───── DATA UNDER STUDY

def test_a_log_without_times_slices_truth_or_search_is_told_as_such(tuned):
    plain = replace(
        tuned,
        settings=tuned.settings.model_copy(
            update={"metrics": tuned.settings.metrics.model_copy(update={"slice_by": None})}
        ),
        facts=LogFacts(MESSAGES, None, None),
        grid=Grid(strengths=(0.1, 0.01)),
        truth=None,
    )
    found = document(plain)
    assert_shaped(found, SCHEMA)
    assert found["truth"] is None and found["slices"] == {"by": None, "rows": []}
    assert found["thresholds"]["messages_per_day"] is None and found["log"]["first_time"] is None
    assert found["grid"]["strongest"] is None and not found["grid"]["searched"]


def test_messages_without_an_outcome_do_not_lower_the_share_of_a_token(tuned, found):
    totals = tuned.trial.block_totals.copy()
    totals[:, 0] += 10.0
    other = document(replace(tuned, trial=replace(tuned.trial, block_totals=totals)))
    assert other["strongest"] == found["strongest"]


def test_bounds_that_remove_coordinates_and_refused_updates_are_warned_of(tuned, found):
    assert not any("refused" in line or "remove" in line for line in found["warnings"])
    state = tuned.settings.state.model_copy(update={"max_live": 10_000})
    refused = tuned.trial.refused + 3
    bounded = replace(
        tuned,
        settings=tuned.settings.model_copy(update={"state": state}),
        trial=replace(tuned.trial, refused=refused),
        warnings=["of the log"],
    )
    warnings = document(bounded)["warnings"]
    assert warnings[0] == "of the log"
    assert any("state.max_live" in line for line in warnings)
    assert any("refused 3 updates" in line for line in warnings)


def test_a_last_part_without_labels_is_refused(tuned):
    totals = tuned.trial.block_totals.copy()
    totals[56:, 1:] = 0.0
    with pytest.raises(BadData, match="last part of the log has a label"):
        document(replace(tuned, trial=replace(tuned.trial, block_totals=totals)))


def test_labels_in_a_single_block_of_the_last_part_leave_errors_undefined_and_are_warned_of(tuned):
    totals = tuned.trial.block_totals.copy()
    totals[56:79, 1:] = 0.0
    found = document(replace(tuned, trial=replace(tuned.trial, block_totals=totals)))
    assert_shaped(found, SCHEMA)
    errors = {row["log_loss_se"] for row in found["candidates"] if row["index"] != found["choice"]["best"]}
    assert errors == {None}
    assert any("only 1 time block " in line for line in found["warnings"])
    assert page(found)


def test_a_merged_trial_gives_the_document_of_one_that_was_never_parted(tuned, found):
    parts = [part_of(tuned.trial, first, first + 7) for first in (0, 7)]
    assert document(replace(tuned, trial=merge(parts))) == found


# ---- histograms --------------------------------------------------------------------------------------------


@st.composite
def scored(draw):
    """Margins, labels and weights of some examples."""
    size, seed = draw(st.integers(1, 300)), draw(st.integers(0, 10**6))
    rng = np.random.default_rng(seed)
    margins = rng.normal(
        draw(st.sampled_from([-7.0, -1.5, 0.0])), draw(st.sampled_from([0.0, 0.05, 2.0, 30.0])), size
    )
    labels = (rng.random(size) < 1 / (1 + np.exp(-margins.clip(-30, 30)))).astype(np.int8)
    weights = rng.choice([0.5, 1.0, 3.0], size) if draw(st.booleans()) else np.ones(size)
    return margins, labels, weights


def bins_of(margins, labels, weights):
    bins = np.zeros((2, 1, LANE_BINS, 3))
    tally_lanes(
        margins[:, None], labels, weights, np.zeros(0, np.int64), 1,
        np.zeros(1), np.zeros(1), np.zeros(4), bins, np.zeros((1, 1)), np.zeros((1, 4)),
    )  # fmt: skip
    return bins[1, 0]


def exact_auc(margins, labels, weights):
    yes, no = labels == 1, labels == 0
    pairs = weights[yes][:, None] * weights[no]
    ahead = margins[yes][:, None] - margins[no]
    return (pairs * ((ahead > 0) + 0.5 * (ahead == 0))).sum() / pairs.sum()


@given(scored())
def test_the_auc_is_off_by_no_more_than_half_the_pairs_that_share_a_bin(data):
    labels, bins = data[1], bins_of(*data)
    found = histograms.auc(bins)
    if labels.min() == labels.max():
        assert found is None
        return
    yes, no = bins[:, 1], bins[:, 0] - bins[:, 1]
    shared = (yes * no).sum() / (yes.sum() * no.sum())
    assert abs(found - exact_auc(*data)) <= 0.5 * shared + 1e-12


def test_the_auc_of_usual_scores_is_right_to_a_few_parts_in_ten_thousand():
    rng = np.random.default_rng(2)
    margins = rng.normal(-1.5, 1.2, 4_000)
    labels = (rng.random(4_000) < 1 / (1 + np.exp(-margins))).astype(np.int8)
    data = margins, labels, np.ones(4_000)
    assert histograms.auc(bins_of(*data)) == pytest.approx(exact_auc(*data), abs=3e-4)


@given(scored())
def test_reliability_bins_hold_everything_once_and_predict_within_their_limits(data):
    margins, labels, weights = data
    rows = histograms.reliability(bins_of(*data))
    assert 1 <= len(rows) <= histograms.STEPS + 1
    assert math.fsum(row["weight"] for row in rows) == pytest.approx(weights.sum())
    assert math.fsum(row["weight"] * row["observed"] for row in rows) == pytest.approx(weights @ labels)
    predicted = math.fsum(row["weight"] * row["predicted"] for row in rows)
    assert predicted == pytest.approx(weights @ (1 / (1 + np.exp(-margins.clip(-700, 700)))), abs=1e-9)
    for row in rows:
        assert row["from"] - 1e-12 <= row["predicted"] <= row["to"] + 1e-12 and row["from"] < row["to"]
    limits = [limit for row in rows for limit in (row["from"], row["to"])]
    assert limits == sorted(limits)
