def test_more_messages_and_more_passes_come_nearer_to_the_batch_fit(document):
    gaps = {n: [learned(document, n, "ftrl", e)["gap"] for e in (1, 3)] for n in (1_000, 2_000, LEARNED)}
    assert gaps[1_000][0] > gaps[2_000][0] > gaps[LEARNED][0]
    assert all(one > three for one, three in gaps.values())
    one, three = (learned(document, LEARNED, "ftrl", epochs)["against_batch"]["f1"] for epochs in (1, 3))
    assert three > one > 0.6


def test_windows_hold_the_losses_that_a_replay_prints_and_those_of_batch_fits(
    document, stream, matrix, tmp_path
):
    settings, _, known = stream
    (windows,) = document["windows"]
    size = LEARNED // WINDOWS
    assert windows["through"] == [size, 2 * size, 3 * size]
    own = learner_settings(settings, Wanted("ftrl", RATE), STRENGTH)
    metrics = own.metrics.model_copy(update={"window": size})
    rows = []
    replay(own.model_copy(update={"metrics": metrics}), tmp_path, on_window=rows.append)
    assert [one["name"] for one in windows["learners"]] == ["ftrl 0.3", "truncated-gradient", "ftrl 0.4"]
    assert windows["learners"][0]["losses"] == [row.summary.log_loss for row in rows[:WINDOWS]]
    x, y = matrix
    q = known.shares[size : 2 * size]
    outcome = y[size : 2 * size]
    truth = -np.mean(outcome * np.log(q) + (1 - outcome) * np.log(1 - q))
    assert windows["truth"][1] == pytest.approx(truth)
    batch = windows["batch"]
    assert batch["all_before"][0] is batch["last_window"][0] is None
    assert batch["all_before"][1] == batch["last_window"][1], "the window before is everything before"
    solution = by_scikit_learn(x[size : 2 * size], y[size : 2 * size])
    last = log_loss(x[2 * size : 3 * size], y[2 * size : 3 * size], *solution)
    assert batch["last_window"][2] == pytest.approx(last, rel=1e-3)
    assert sum(batch["hindsight"][1:]) < sum(batch["all_before"][1:]), "it has seen what it is judged by"
    assert windows["means"]["batch"]["all_before"] == pytest.approx(sum(batch["all_before"][1:]) / 2)


def test_the_support_is_counted_against_batch_fit_and_truth(document):
    found, wanted = np.array([1, 1, 1, 0, 0], bool), np.array([0, 1, 1, 1, 1], bool)
    support = agreement(found, wanted)
    assert (support.precision, support.recall) == (2 / 3, 2 / 4)
    assert support.f1 == pytest.approx(2 * (2 / 3) * 0.5 / (2 / 3 + 0.5))
    nothing = agreement(np.zeros(5, bool), wanted)
    assert (nothing.precision, nothing.recall, nothing.f1) == (None, 0.0, None)
    truth = at(document, LEARNED)["batch"]["against_truth"]
    assert 0.1 < truth["recall"] < 0.8 < 1.0 + truth["precision"]


def test_the_truth_has_no_excess_over_itself(stream):
    _, held, known = stream
    fresh = held.part(LEARNED, LEARNED + FRESH)
    shares = known.shares[LEARNED:]
    constant = math.log(shares.mean() / (1 - shares.mean()))
    nothing = np.zeros(len(held.addresses))
    assert excess(fresh, nothing, constant, np.full(FRESH, shares.mean())) == pytest.approx(0, abs=1e-12)
    assert excess(fresh, nothing, constant, shares) > 0.05


def test_a_power_of_the_messages_is_found_with_its_error():
    messages = [1_000, 3_000, 10_000, 30_000, 100_000]
    exact = slope_of(messages, [2.5 * m**-0.75 for m in messages])
    assert (exact.exponent, exact.factor, exact.points) == (pytest.approx(-0.75), pytest.approx(2.5), 5)
    assert exact.error < 1e-9
    noisy = [2.5 * m**-0.75 * f for m, f in zip(messages, (1.2, 0.8, 1.1, 0.9, 1.05), strict=True)]
    coefficients, covariance = np.polyfit(np.log(messages), np.log(noisy), 1, cov=True)
    found = slope_of(messages, noisy)
    assert found.exponent == pytest.approx(coefficients[0])
    assert found.error == pytest.approx(math.sqrt(covariance[0, 0]))
    assert slope_of(messages, [0.1, None, 0.0, -0.1, 0.05]) is None


def test_slopes_are_those_of_the_rows(document):
    slope = next(s for s in document["slopes"] if (s["name"], s["epochs"], s["of"]) == ("ftrl", 1, "gap"))
    gaps = [learned(document, n, "ftrl", 1)["gap"] for n in (1_000, 2_000, LEARNED)]
    again = slope_of([1_000, 2_000, LEARNED], gaps)
    assert (slope["exponent"], slope["error"]) == (again.exponent, again.error)


def test_a_log_of_ones_own_is_compared_without_a_truth(tmp_path, monkeypatch, capsys):
    monkeypatch.chdir(tmp_path)
    write_log(CourierFeed(seed=1, messages=2_400), "log.jsonl")
    lines = (tmp_path / "log.jsonl").read_bytes().splitlines(keepends=True)
    lines[10:12] = [b"{}\n", b'{"note": 7, "redelivered": true}\n']
    (tmp_path / "log.jsonl").write_bytes(b"".join(lines))
    (tmp_path / "bedload.toml").write_text(
        '[feed]\nkind = "topic"\nservers = ["a:1"]\ntopic = "t"\n[message]\nlabel = "redelivered"\n'
        '[[fields]]\npath = "note"\nkind = "words"\n[learner]\nlearning_rate = 0.25\nl1_per_example = 2e-3\n'
    )
    assert main(["converge", "log.jsonl", "--epochs", "1", "--learner", "ftrl"]) == 0
    shown = capsys.readouterr()
    assert "1,920 messages learned, 480 fresh" in shown.out
    assert "ftrl 0.25" in shown.out and "0.002" in shown.out
    assert "truth" not in shown.out and "excess" not in shown.out.split("gap: how far")[0]
    assert "1 rejected" in shown.err
    assert max(map(len, shown.out.splitlines())) <= 100
    assert main(["converge", "log.jsonl", "--messages", "2000", "--fresh", "500"]) == 65
    assert "2,400 messages, fewer than" in capsys.readouterr().err
    assert main(["converge", "log.jsonl", "--fresh", "2400"]) == 65
    assert "no more than the 2,400 fresh ones" in capsys.readouterr().err


def test_tables_fit_100_columns(document, capsys):
    show_convergence(document, None)
    out = capsys.readouterr().out
    assert max(map(len, out.splitlines())) <= 100
    for text in (
        "batch fit",
        "ftrl x3",
        "truncated x3",
        "averaged x3",
        "hindsight",
        "exponent",
        "truth P/R/F1",
    ):
        assert text in out


@pytest.mark.parametrize(
    ("asked", "code", "said"),
    [
        (["--strength", "0"], 64, "above 0"),
        (["--scenario", "stready"], 64, "bedload: --scenario: scenario is 'stready'; there are steady"),
        (["--learner", "sgd"], 64, "ftrl, truncated-gradient"),
        (["--learner", "ftrl:fast"], 64, "number above 0"),
        (["--windows", "1"], 64, "2 or more"),
        (["--at", "10,x"], 64, "whole numbers"),
        (["-", "--set", "message.label=y"], 64, "more than once"),
        (["--set", "learner.l2=1"], 78, "learner.l2=0"),
        (["--set", "learner.horizon=50"], 78, "horizon"),
        (["--memory", "1KB", "--fresh", "100"], 73, "--memory"),
        (["--report", "nowhere/report.html"], 73, "no folder"),
    ],
)
def test_what_cannot_be_compared_is_refused_with_the_cure(asked, code, said, capsys, tmp_path, monkeypatch):
    monkeypatch.chdir(tmp_path)
    assert main(["converge", "--messages", "300", "--fresh", "100", *asked]) == code
    shown = capsys.readouterr()
    assert said in shown.err
    assert shown.out == ""


def test_an_interrupted_run_leaves_nothing_behind(tmp_path, monkeypatch, capsys):
    monkeypatch.setattr(tempfile, "tempdir", str(tmp_path))
    asked = []

    def interrupted(settings, *others, **more):
        asked.extend(tmp_path.rglob("stream.jsonl"))
        raise KeyboardInterrupt

    monkeypatch.setattr("stream.runs.converging.converge.converge", interrupted)
    assert main(["converge", "--messages", "300", "--fresh", "100"]) == 130
    assert len(asked) == 1, "the stream lay in the temporary folder"
    assert list(tmp_path.iterdir()) == []


def test_a_scenario_is_read_by_the_fields_of_a_settings_file(tmp_path, monkeypatch, capsys):
    monkeypatch.chdir(tmp_path)
    (tmp_path / "own.toml").write_text(
        '[feed]\nkind = "topic"\nservers = ["a:1"]\ntopic = "t"\n[message]\nlabel = "redelivered"\n'
        '[[fields]]\npath = "stop"\nkind = "category"\n'
    )
    asked = ["--config", "own.toml", "--messages", "500", "--fresh", "100", "--epochs", "1"]
    assert main(["converge", *asked, "--learner", "ftrl", "--json"]) == 0
    document = json.loads(capsys.readouterr().out)
    assert document["log"]["different_tokens"] == 8
    assert document["fits"][0]["batch"]["against_truth"]["recall"] < 0.05, "most tokens are planted elsewhere"


def test_a_scenario_and_a_log_at_once_are_refused(capsys):
    assert main(["converge", "log.jsonl", "--scenario", "steady"]) == 64
    assert "leave --scenario" in capsys.readouterr().err


def test_a_horizon_is_refused_by_the_key(stream):
    settings, _, _ = stream
    own = settings.model_copy(update={"learner": settings.learner.model_copy(update={"horizon": 5_000})})
    with pytest.raises(BadSettings, match="horizon = 5,000"):
        learner_settings(own, Wanted("ftrl", 0.1), STRENGTH)
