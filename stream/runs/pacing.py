"""A run in, checkpoints and snapshots out when they are due: who knows what the last one does not hold."""

from __future__ import annotations

import time
from collections.abc import Callable
from dataclasses import dataclass
from pathlib import Path
from typing import Any

from stream.background import BackgroundCheckpoints, BackgroundWriter
from stream.checkpoints import Checkpoints
from stream.errors import Unavailable
from stream.runs.learning import LearningRun
from stream.settings import Settings
from stream.snapshots import About, Snapshots
from stream.weights import Weights

__all__ = ["LivePacer", "Pacer"]

RETRY_S = 1.0


class Pacer:
    """Writes a checkpoint whenever the messages reach a multiple of `checkpoint_every`, and at the end.

    `most`: messages that the run ends at, if any; `written`: checkpoints so far. Raises what writing raises;
    the older checkpoints are then still there.
    """

    def __init__(
        self, run: LearningRun, settings: Settings, checkpoints: Checkpoints, most: int | None = None
    ) -> None:
        self._run = run
        self._most = most
        self._every = settings.state.checkpoint_every
        self._checkpoints = checkpoints
        self._saved_at = run.messages if run.position is not None else -1
        self.written = 0

    def left(self) -> int:
        """Messages until the next checkpoint is due, or the end: a block may not reach past it."""
        left = self._every - self._run.messages % self._every
        return left if self._most is None else min(left, self._most - self._run.messages)

    def keep_up(self) -> None:
        """Writes what is due; to be called after each block."""
        if self._run.messages % self._every == 0:
            self.checkpoint()

    def checkpoint(self) -> None:
        """Rejects first, then the checkpoint that counts them; nothing when it would say the same again."""
        run = self._run
        if run.messages == self._saved_at:
            return
        run.rejects.sync()
        self._checkpoints.write(run.messages, run.state(), run.about())
        self._saved_at = run.messages
        self.written += 1


class LivePacer(Pacer):
    """As Pacer, and by the clock too: checkpoints in the background, snapshots once those are durable.

    The clock decides when, never what. A snapshot is always one of a durable checkpoint, so that who goes on
    from there never finds a snapshot ahead of itself. `before` makes durable what a checkpoint relies on, or
    says that this cannot be done yet; `after` is given the position of each one that is durable.
    `snapshot`: the newest one written.
    """

    def __init__(
        self,
        run: LearningRun,
        settings: Settings,
        checkpoints: Checkpoints,
        snapshots: Snapshots,
        before: Callable[[], bool],
        after: Callable[[dict[str, Any]], None],
        clock: Callable[[], float] = time.monotonic,
    ) -> None:
        super().__init__(run, settings, checkpoints)
        self._saved_at = run.messages  # before the first message there is nothing to save
        self._worker = settings.worker
        self._snapshots = snapshots
        self._background = BackgroundCheckpoints(checkpoints)
        self._publishing: BackgroundWriter[tuple[Path, int]] = BackgroundWriter("snapshot")
        self._before, self._after, self._clock = before, after, clock
        self._checkpoint_at = clock() + self._worker.checkpoint_every_s
        self._snapshot_at = clock() + self._worker.snapshot_every_s
        self._position: dict[str, Any] | None = None
        self._due: _Due | None = None  # the snapshot of the checkpoint under way
        self._snapshot_of = -1
        self.snapshot: Path | None = None
        self.snapshot_nnz = 0

    def keep_up(self) -> None:
        """Begins what is due and takes note of what became durable; after each block, and now and then."""
        self._note(self._background.done())
        self._note_snapshot(self._publishing.done())
        now = self._clock()
        new = self._run.messages != self._saved_at
        snapshot = self._run.messages > 0 and now >= self._snapshot_at and not self._publishing.busy
        if new and self._run.messages % self._every == 0:
            self._note(self._background.wait())
            self._begin(snapshot)
        elif not self._background.busy and (snapshot or now >= self._checkpoint_at):
            self._begin(snapshot)

    def checkpoint(self) -> None:
        """Returns once a checkpoint and a snapshot of the present state are durable."""
        self._note(self._background.wait())
        if not self._begin(snapshot=True):
            raise Unavailable(
                "the last checkpoint could not be written, as not all records sent out were acknowledged; "
                "the one before it is whole, and what came since will be learned again in the same order"
            )
        self._note(self._background.wait())
        self._note_snapshot(self._publishing.wait())

    def close(self) -> None:
        """Waits until neither checkpoint nor snapshot is being written any more."""
        self._background.close()
        self._publishing.close()

    def _begin(self, snapshot: bool) -> bool:
        """Begins a checkpoint of what is new, and a snapshot with it; False where that must wait."""
        run, now = self._run, self._clock()
        new = run.messages != self._saved_at
        if new and not self._before():
            self._checkpoint_at = now + min(RETRY_S, self._worker.checkpoint_every_s)
            self._snapshot_at = max(self._snapshot_at, self._checkpoint_at)
            return False
        self._checkpoint_at = now + self._worker.checkpoint_every_s
        if snapshot:
            self._snapshot_at = now + self._worker.snapshot_every_s
            snapshot = self._snapshot_of != run.messages
        view = run.begin_saving(snapshot) if new else None
        if snapshot:
            weights = view.weights if view is not None else None
            self._due = _Due(run.messages, weights or _known(run.model.weights()), run.about_snapshot())
        if view is None:
            self._publish()
            return True
        about = run.about()
        self._background.begin(run.messages, view, about)
        self._saved_at, self._position = run.messages, about["position"]
        return True

    def _note(self, durable: Path | None) -> None:
        """What is to be done once a checkpoint is durable."""
        if durable is None:
            return
        self.written += 1
        if self._position is not None:
            self._after(self._position)
        self._publish()

    def _publish(self) -> None:
        """Begins to write the snapshot that is due, after the one before it."""
        due, self._due = self._due, None
        if due is None:
            return
        self._note_snapshot(self._publishing.wait())
        self._snapshot_of = due.messages
        self._publishing.start(lambda: due.write(self._snapshots))

    def _note_snapshot(self, written: tuple[Path, int] | None) -> None:
        if written is not None:
            self.snapshot, self.snapshot_nnz = written


@dataclass(frozen=True, slots=True)
class _Due:
    """A snapshot to be written once the checkpoint of the same moment is durable."""

    messages: int
    weights: Callable[[], Weights]
    about: About

    def write(self, snapshots: Snapshots) -> tuple[Path, int]:
        """Its path and its number of weights."""
        weights = self.weights()
        return snapshots.write(self.messages, weights, self.about), len(weights)


def _known(weights: Weights) -> Callable[[], Weights]:
    return lambda: weights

──────────

Word for word, repeat the data from its first line through the line with "found = document(plain)", including both of those lines and no others.

def test_a_log_without_times_slices_truth_or_search_is_told_as_such(tuned):
    plain = replace(
        tuned,
        settings=tuned.settings.model_copy(
            update={"metrics": tuned.settings.metrics.model_copy(update={"slice_by": None})}
        ),
        facts=LogFacts(MESSAGES, None, None),
        grid=Grid(strengths=(0.1, 0.01)),
        truth=None,
    )
    found = document(plain)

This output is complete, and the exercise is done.